Probabilities During Inference

During inference, logits can be converted to probabilities with softmax:

with torch.no_grad():
    logits = model(X)
    probs = torch.softmax(logits, dim=-1)
    preds = probs.argmax(dim=-1)

The probabilities can be useful when we need confidence estimates, ranking, thresholding, or calibration.

However, raw softmax probabilities are often overconfident. A model may assign high probability to a wrong class, especially on inputs far from the training distribution. Calibration methods are discussed later in the book.

Shape Conventions

For multiclass classification, the standard shapes are:

Quantity	Shape	Meaning
Input batch	`[B, d]`	$B$ examples, $d$ features
Logits	`[B, K]`	$K$ scores per example
Labels	`[B]`	One integer class index per example
Probabilities	`[B, K]`	Class probabilities
Predictions	`[B]`	Predicted class indices

A common mistake is passing probabilities to CrossEntropyLoss. Another common mistake is passing one-hot labels where integer labels are expected.

Correct:

logits = model(X)
loss = nn.CrossEntropyLoss()(logits, labels)

Usually incorrect:

probs = torch.softmax(model(X), dim=-1)
loss = nn.CrossEntropyLoss()(probs, labels)

The first version is numerically stable and mathematically correct for PyTorch’s built-in loss.

Linear Decision Boundaries

Softmax regression is still a linear classifier. The decision between class $a$ and class $b$ depends on which logit is larger:

z_a > z_b.

Since

z_a = w_a^\top x + b_a

and

z_b = w_b^\top x + b_b,

the boundary between these two classes is

(w_a - w_b)^\top x + (b_a - b_b) = 0.

This is a hyperplane.

Softmax regression can separate classes using linear boundaries, but it cannot learn nonlinear feature interactions unless such features are already present in the input.

Neural networks extend softmax regression by learning a nonlinear feature map before the final classifier:

h = \phi(x),

z = Wh + b.

The final layer of many classifiers is exactly softmax regression applied to learned features.

Connection to Neural Networks

Most neural classifiers end with a linear layer that produces logits:

classifier = nn.Linear(hidden_dim, num_classes)

The full network may be deep and nonlinear, but the final classification step is the same as softmax regression.

For example:

features = backbone(images)
logits = classifier(features)
loss = nn.CrossEntropyLoss()(logits, labels)

This pattern appears in image classification, text classification, speech recognition, graph classification, and many other tasks.
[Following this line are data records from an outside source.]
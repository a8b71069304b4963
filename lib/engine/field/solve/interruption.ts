/** Raised when the caller wants to stop. */
export class InterruptedError extends Error {
  override readonly name = "InterruptedError";
}

/** Asks the caller now and then whether to go on, without asking at every step. */
export class Interruption {
  private work = 0;

  /** `every` is the amount of work between two questions. */
  constructor(
    private readonly shouldStop: () => boolean,
    private readonly every: number,
  ) {}

  /** Counts work done; throws `InterruptedError` if it is time to ask and the answer is to stop. */
  spend(amount: number): void {
    this.work += amount;
    if (this.work < this.every) return;
    this.work = 0;
    if (this.shouldStop()) throw new InterruptedError("stopped");
  }
}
Softmax regression is therefore not merely a historical model. It remains the output layer of many modern deep learning systems.

Summary

Softmax regression is the multiclass extension of logistic regression. It computes one logit per class, converts logits to probabilities with softmax, and trains using cross-entropy loss.

In PyTorch, the model should return logits. nn.CrossEntropyLoss combines log-softmax and negative log-likelihood internally, so it is both stable and convenient.

Softmax regression is linear in its input, but when placed on top of learned features, it becomes the standard classifier head for deep neural networks.